# fuel cutoff solenoid why do I need this anythoughts



## rpmp3 (Jul 8, 2010)

Is it a safety issue, fire hazard in garages, barns, its a $60.00 part, if I put a bowl nut with a washer I get the same effect, its not going to run any different or even go as far as putting on a inline fuel shut off much cheaper solution the needle and seat rig worked for many years, if the needle and seat fail your cylinder will fill up with fuel and built up pressure that the motor will not even turn over, you have to remove plug turn motor over several times to clear the gas put plug in and now your good to go. If anything safety should be put on it should be a low oil light, not on a few but all machines I see countless machines with little to no oil then I get the call when it locked up and they say( I just added a quart today) after it threw a rod, little late for that now.

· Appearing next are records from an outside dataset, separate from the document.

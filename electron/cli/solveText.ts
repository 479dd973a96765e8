/** What `solve` prints for a person: volts, amps and watts of every case, and the sums that prove them. */
import {
  type Assumption,
  type CheckedJob,
  fixedText,
  formatQuantity,
  numberText,
  type OperatingPoint,
  type PartAnswer,
  type Proof,
} from '../../core/api.ts';
import { statusWords } from './statusWords.ts';
import { listItem, textTable, wrapped } from './textTable.ts';

const modelWords = {
  slow: 'battery resistance over minutes (slow)',
  fast: 'battery resistance in the first second (fast)',
} as const;

/** Stands where the network does not determine a figure; the reasons follow the table. */
const none = '—';

export function solveText(job: CheckedJob, points: readonly OperatingPoint[]): string {
  const kinds = new Map(job.parts.flatMap((part) => namesOf(part.id, part.kind)));
  const cases = points.map((point) => caseText(job, point, kinds));
  return [`${job.title}\n`, ...cases, assumedText(points)].filter((text) => text !== '').join('\n');
}

function namesOf(id: string, kind: string): [string, string][] {
  return kind === 'pair'
    ? [
        [`${id}.plus`, 'cable'],
        [`${id}.minus`, 'cable'],
      ]
    : [[id, kind]];
}

function caseText(job: CheckedJob, point: OperatingPoint, kinds: ReadonlyMap<string, string>): string {
  const label = job.cases.find((each) => each.id === point.case)?.label;
  const head = `Case ${point.case}${label === undefined ? '' : ` (${label})`}: ${point.outcome}, ${modelWords[point.model]}\n`;
  const remarks = point.remarks.map(({ message }) => wrapped(message)).join('');
  if (point.collapse !== undefined) return head + wrapped(point.collapse.message) + remarks;
  if (point.outcome !== 'solved') return `${head}No source supplies anything in this case.\n${remarks}`;
  return [
    head,
    remarks,
    '\n',
    junctionTable(point),
    '\n',
    partTable(point, kinds),
    reasonsText(point),
    '\n',
    proofText(point.proof),
  ].join('');
}

function junctionTable({ junctions }: OperatingPoint): string {
  const rows = [...junctions].map(([name, volts]) => [name, figure(volts, 3)]);
  return textTable(
    [
      { head: 'junction', align: 'left' },
      { head: 'V', align: 'right' },
    ],
    rows,
  );
}

function partTable({ parts }: OperatingPoint, kinds: ReadonlyMap<string, string>): string {
  const rows = [...parts.values()].map((answer) => [
    answer.id,
    kinds.get(answer.id) ?? '',
    figure(answer.currentA, 2),
    figure(answer.voltageV, 3),
    figure(answer.powerW, 1),
    answer.dropV === null ? '' : figure(answer.dropV * 1000, 1),
    answer.conductorDegC === undefined ? '' : figure(answer.conductorDegC, 1),
    stateText(answer),
  ]);
  return textTable(
    [
      { head: 'part', align: 'left' },
      { head: 'kind', align: 'left' },
      { head: 'A', align: 'right' },
      { head: 'V', align: 'right' },
      { head: 'W', align: 'right' },
      { head: 'drop mV', align: 'right' },
      { head: '°C', align: 'right' },
      { head: 'state', align: 'left' },
    ],
    rows,
  );
}

function figure(value: number | null, decimals: number): string {
  return value === null ? none : fixedText({ value, decimals, keepZeros: true });
}

function stateText({ state, inputA, inputV, segmentsA }: PartAnswer): string {
  const words = state === undefined ? [] : [state];
  if (typeof inputA === 'number' && typeof inputV === 'number') {
    words.push(`in ${figure(inputA, 2)} A at ${figure(inputV, 2)} V`);
  }
  if (segmentsA !== undefined && segmentsA.length > 1) {
    words.push(`segments ${segmentsA.map((each) => figure(each, 2)).join(', ')} A`);
  }
  return words.join('; ');
}

function reasonsText({ parts }: OperatingPoint): string {
  const reasons = [...parts.values()].flatMap(({ id, undetermined }) => {
    return undetermined === undefined ? [] : [wrapped(`${none} ${id}: ${undetermined}`)];
  });
  return reasons.length === 0 ? '' : `\nNot determined by the network (${none}):\n${reasons.join('')}`;
}

function proofText(proof: Proof): string {
  const watts = (value: number): string => formatQuantity({ value, unit: 'W', prefix: false, digits: 6 });
  const small = (value: number): string => numberText({ value, digits: 2 });
  return wrapped(
    `Balance: in ${watts(proof.powerInW)} = out ${watts(proof.powerOutW)} + heat ${watts(proof.heatW)}, ` +
      `remainder ${small(proof.mismatchW)} W; largest junction remainder ${small(proof.worstJunctionA)} A; ` +
      `largest voltage remainder ${small(proof.worstLoopV)} V; relative residual ${small(proof.relativeResidual)}; ` +
      `${String(proof.iterations)} iterations.`,
  );
}

/** What was assumed for want of a figure, each assumption once for all the cases and parts that share it. */
function assumedText(points: readonly OperatingPoint[]): string {
  const partsByWords = new Map<string, Set<string>>();
  for (const { assumptions } of points) {
    for (const assumption of assumptions) {
      const words = assumptionWords(assumption);
      const parts = partsByWords.get(words) ?? new Set();
      if (assumption.part !== null && !assumption.text.includes(assumption.part)) parts.add(assumption.part);
      partsByWords.set(words, parts);
    }
  }
  if (partsByWords.size === 0) return '';
  const lines = [...partsByWords].map(([words, parts]) => {
    const [told, more] = [[...parts].slice(0, mostPartsTold), parts.size - mostPartsTold];
    const where = told.length === 0 ? '' : ` At ${told.join(', ')}${more > 0 ? ` and ${String(more)} more` : ''}.`;
    return listItem(`${words}${where}`);
  });
  return `Assumed, since the job does not say:\n${lines.join('')}`;
}

const mostPartsTold = 8;

function assumptionWords({ text, value, unit, range, basis }: Assumption): string {
  const figures = typeof value === 'number' ? `: ${formatQuantity({ value, unit })}` : '';
  const between =
    range === null ? '' : `, between ${range.map((bound) => formatQuantity({ value: bound, unit })).join(' and ')}`;
  const status = basis.text.includes(statusWords[basis.status]) ? '' : `${statusWords[basis.status]}: `;
  return `${text}${figures}${between} [${status}${basis.text}].`;
}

What is your thoughts?


----------



## Basementgeek (Feb 7, 2005)

Hi 

My 27 year old 18 HP B&S runs fine, it never had one.

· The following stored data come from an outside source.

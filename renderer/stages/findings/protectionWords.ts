/** What the study of protection says, in words. */
import type { DeviceStudy, FaultMethod, Finding, FuseWindow } from '../../../core/api.ts';
import { formatQuantity, provenance, SEVERITIES, timeText } from '../../../core/api.ts';

export const METHODS: readonly (readonly [method: FaultMethod, words: string, hint: string])[] = [
  ['plain', 'Plain', 'Volts over resistance: the rest volts of each string behind what it and the wiring resist.'],
  [
    'iec-61660',
    'IEC 61660-1',
    'Battery branch of IEC 61660-1: 0.9 of the resistance at the first instant, 0.95 of the volts once settled.',
  ],
];

export function amps(value: number, digits = 3): string {
  return formatQuantity({ value, unit: 'A', digits });
}

/** `2 of 11 fuses and breakers lie outside their window; 1 cannot interrupt its highest fault`. */
export function protectionTitle(devices: readonly DeviceStudy[]): string {
  if (devices.length === 0) return 'No fuse or breaker is drawn yet';
  const outside = devices.filter(({ window }) => !('missing' in window) && !window.fits).length;
  const weak = devices.filter(({ ok }) => ok === false).length;
  const slow = devices.filter(({ clearing }) => clearing?.clears === false).length;
  const told = [
    ...(outside > 0 ? [`${counted(outside, 'lies', 'lie')} outside ${outside === 1 ? 'its' : 'their'} window`] : []),
    ...(weak > 0 ? [`${counted(weak, 'cannot', 'cannot')} interrupt the highest fault`] : []),
    ...(slow > 0 ? [`${counted(slow, 'need', 'need')} not open at the lowest fault`] : []),
  ];
  const many = devices.length === 1 ? 'the one fuse or breaker' : `${String(devices.length)} fuses and breakers`;
  if (told.length > 0) return `Of ${many}, ${told.join('; ')}`;
  const isKnown = devices.every(
    ({ window, ok, clearing }) => !('missing' in window) && ok !== null && clearing !== null,
  );
  return isKnown
    ? `Of ${many}, none lies outside its window, and each opens its faults`
    : `Of ${many}, none is known to lie outside its window; some figures are missing`;
}

function counted(count: number, one: string, several: string): string {
  return `${String(count)} ${count === 1 ? one : several}`;
}

/** `F3 has opened within 0.2 s at the lowest fault, 480 A`. */
export function timeCurrentTitle({ id, fault, band, clearing }: DeviceStudy): string {
  if (fault === null) return `No source reaches ${id} in any case`;
  if (fault.lowestA === null) return `${id}: nothing lies behind it that a fault could be at`;
  const at = `the lowest fault, ${amps(fault.lowestA)}`;
  if ('missing' in band || clearing === null || clearing.clears === null) {
    return `Whether ${id} opens at ${at}, is not known`;
  }
  if (clearing.clearS === null) return `${id} need not open at ${at}`;
  return `${id} opens within ${timeText(clearing.clearS)} at ${at}`;
}

/** Where the band comes from, or what is missing for one. */
export function bandWords({ id, band }: Pick<DeviceStudy, 'id' | 'band'>): string {
  if ('missing' in band) return `There is no band for ${id}: ${band.missing} is missing.`;
  return `The band of ${id}: ${provenance(band)}.`;
}

/** Sentences of the picture, for whoever does not see it and whoever wants it exact. */
export function pictureWords(study: DeviceStudy): readonly string[] {
  const { id, fault, band, clearing, atHighest, upstream, downstream, withstand, letThrough, surges } = study;
  const sentences: string[] = [];
  if (clearing !== null) sentences.push(`Lowest fault${place(fault?.lowestAt)}: ${bare(clearing.text, band)}.`);
  if (atHighest !== null) sentences.push(`Highest fault${place(fault?.at)}: ${bare(atHighest.text, band)}.`);
  if (withstand !== null) {
    const heat = formatQuantity({ value: withstand.k2s2, unit: 'A2s', digits: 3 });
    const through =
      letThrough === null
        ? 'what is let through is not known'
        : `at most ${formatQuantity({ value: letThrough.i2t, unit: 'A2s', digits: 3 })} is let through, at ${amps(letThrough.currentA)}`;
    sentences.push(
      `Cable ${withstand.cable} stands ${heat} (k²S², k = ${String(Math.round(withstand.k))}); ${through}.`,
    );
  }
  for (const { part, currentA, seconds } of surges) {
    sentences.push(`While ${part} starts, ${amps(currentA)} flow for ${timeText(seconds)}.`);
  }
  if (upstream !== null)
    sentences.push(`Before it ${upstream.device}, ${amps(upstream.ratingA)}: ${alone(upstream, id)}.`);
  if (downstream !== null)
    sentences.push(
      `After it ${downstream.device}, ${amps(downstream.ratingA)}: ${alone(downstream, downstream.device)}.`,
    );
  return sentences;
}

/** Without where the band comes from: that is said once, above. */
function bare(text: string, band: DeviceStudy['band']): string {
  return 'missing' in band ? text : text.replace(` (${provenance(band)})`, '');
}

function place(at: string | null | undefined): string {
  return at === null || at === undefined ? '' : ` (at ${at})`;
}

function alone({ selectivity }: NonNullable<DeviceStudy['upstream']>, nearer: string): string {
  const { selective, text } = selectivity;
  if (selective === null) return `whether ${nearer} opens alone is open; ${text}`;
  return `${nearer} ${selective ? 'opens alone' : 'may not open alone'}; ${text}`;
}

/** `1.9 kA of 5 kA`; what is missing where one is not known. */
export function interruptWords({ fault, interruptA, ok }: Pick<DeviceStudy, 'fault' | 'interruptA' | 'ok'>): string {
  if (fault === null) return 'no source reaches it';
  const highest = `fault ${amps(fault.highestA)}`;
  if (interruptA === null || ok === null) return `${highest}; what it interrupts is not given`;
  return `${highest}, interrupts ${amps(interruptA)}: ${ok ? 'enough' : 'too little'}`;
}

/** The figures of a window between its signs. */
export function windowFigures({ loadA, continuousA, fuseA, allowedA, capA }: FuseWindow): string {
  const mostA = Math.min(allowedA, capA ?? Number.POSITIVE_INFINITY);
  const margin = continuousA > loadA * 1.005 ? ` (${amps(continuousA)} with margin)` : '';
  // Where the fuse lies outside its window the line says so, rather than a sum that is not true.
  const below = fuseA !== null && fuseA < loadA ? '>' : '≤';
  const above = fuseA !== null && fuseA > mostA ? '>' : '≤';
  return `load ${amps(loadA)}${margin} ${below} fuse ${fuseA === null ? '?' : amps(fuseA)} ${above} wire ${amps(mostA)}`;
}

/** The worst finding about each device goes first; otherwise as drawn. */
export function worstFirst(
  devices: readonly DeviceStudy[],
  findings: readonly Finding[],
): readonly { readonly device: DeviceStudy; readonly findings: readonly Finding[] }[] {
  const rows = devices.map((device) => ({ device, findings: findings.filter(({ parts }) => parts[0] === device.id) }));
  const rank = (some: readonly Finding[]): number =>
    Math.min(SEVERITIES.length, ...some.map(({ severity }) => SEVERITIES.indexOf(severity)));
  return rows.toSorted((a, b) => rank(a.findings) - rank(b.findings));
}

I think they were put on to eliminate back firing when people shut off the engine at high RPM. I idle mine down before shutting down.

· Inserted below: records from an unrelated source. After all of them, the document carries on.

/** A job file, or standard input, becomes a checked job. */
import { createReadStream, statSync } from 'node:fs';
import { type CheckedJob, type Issue, largestTextLength, parseJob } from '../../core/api.ts';
import { collect, type FileIdentity, type Io } from './io.ts';
import { fileRefusal, JobRefusal } from './refusal.ts';

/** A text of this many bytes may still be short enough; one of more is not. */
const largestBytes = largestTextLength;

export interface JobRead {
  readonly job: CheckedJob;
  /** How the file is called in a message. */
  readonly name: string;
  /** The file itself, so that no answer is written over it. */
  readonly file: FileIdentity | undefined;
}

/** Reads and checks a job; throws a `Refusal` where the file cannot be read, a `JobRefusal` where the job has issues. */
export async function readJob(path: string, io: Io): Promise<JobRead> {
  const fromStdin = path === '-';
  const name = fromStdin ? 'standard input' : path;
  const { bytes, file } = fromStdin ? await stdinBytes(io) : await fileBytes(path);
  if (bytes.length > largestBytes) throw new JobRefusal(name, [tooLarge]);
  const text = decoded(bytes);
  if (text === undefined) throw new JobRefusal(name, [notText(bytes)]);
  const read = parseJob(text);
  if (!read.ok) throw new JobRefusal(name, read.issues);
  return { job: read.value, name, file };
}

interface BytesRead {
  readonly bytes: Uint8Array;
  readonly file: FileIdentity | undefined;
}

async function stdinBytes(io: Io): Promise<BytesRead> {
  try {
    return { bytes: await io.readStdin(largestBytes), file: io.stdinFile() };
  } catch (error) {
    throw fileRefusal('Standard input cannot be read', error);
  }
}

async function fileBytes(path: string): Promise<BytesRead> {
  try {
    const { dev, ino } = statSync(path);
    return { bytes: await collect(createReadStream(path), largestBytes), file: { dev, ino } };
  } catch (error) {
    throw fileRefusal(`${path} cannot be read`, error);
  }
}

const tooLarge: Issue = {
  path: '',
  code: 'too-large',
  message: `The text is longer than ${String(largestBytes)} bytes; a job of more is not read.`,
};

function decoded(bytes: Uint8Array): string | undefined {
  try {
    return new TextDecoder('utf-8', { fatal: true }).decode(bytes);
  } catch {
    return undefined; // the decoder's way of saying that the bytes are no UTF-8
  }
}

function notText(bytes: Uint8Array): Issue {
  const [first, second] = bytes;
  const isUtf16 = (first === 0xff && second === 0xfe) || (first === 0xfe && second === 0xff);
  const hint = isUtf16 ? ' It looks like UTF-16.' : '';
  return { path: '', code: 'not-json', message: `This is not UTF-8 text.${hint} Save the job as UTF-8 and try again.` };
}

A low oil "minder" would be nice but hard and expense to do on all engines.

BG


----------



## K-B (Oct 24, 2005)

It's a afterfire eliminator, NOT a fuel shutoff. It only shuts off fuel to the main jet, if your needle/seat fails the engine crankcase could still flood. When you turn the switch off, it prevents additional fuel from being sucked through the engine and puddling in the muffler, potentially causing an "after-fire". However, it really is not necessary, the key here is to do like Basementgeek says and idle the engine down before shutting it off. 
An interesting note, if your engine is equipped with a fuel solenoid, it is important to shut the engine off at medium to high RPM. Shutting it off at idle could cause an after-fire.


----------